Copy each line from the records below in which the word "nodes" is found.

(Items from a dataset)
======

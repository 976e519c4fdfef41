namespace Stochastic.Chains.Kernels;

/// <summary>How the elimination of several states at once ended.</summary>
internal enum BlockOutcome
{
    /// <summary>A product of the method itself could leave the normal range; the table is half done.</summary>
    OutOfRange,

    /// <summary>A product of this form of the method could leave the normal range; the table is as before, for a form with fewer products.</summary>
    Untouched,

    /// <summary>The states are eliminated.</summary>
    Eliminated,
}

======

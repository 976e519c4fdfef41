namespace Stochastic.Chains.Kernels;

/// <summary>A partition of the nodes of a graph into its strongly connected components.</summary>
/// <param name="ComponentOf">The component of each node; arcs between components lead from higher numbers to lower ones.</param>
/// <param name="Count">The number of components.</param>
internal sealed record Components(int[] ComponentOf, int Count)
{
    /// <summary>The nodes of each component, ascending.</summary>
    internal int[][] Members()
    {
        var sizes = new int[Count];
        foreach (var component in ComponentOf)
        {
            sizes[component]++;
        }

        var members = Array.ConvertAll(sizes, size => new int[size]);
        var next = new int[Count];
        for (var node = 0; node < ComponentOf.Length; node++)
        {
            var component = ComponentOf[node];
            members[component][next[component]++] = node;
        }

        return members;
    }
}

======

▶ TASK RESPONSE
/// <summary>A partition of the nodes of a graph into its strongly connected components.</summary>
    /// <summary>The nodes of each component, ascending.</summary>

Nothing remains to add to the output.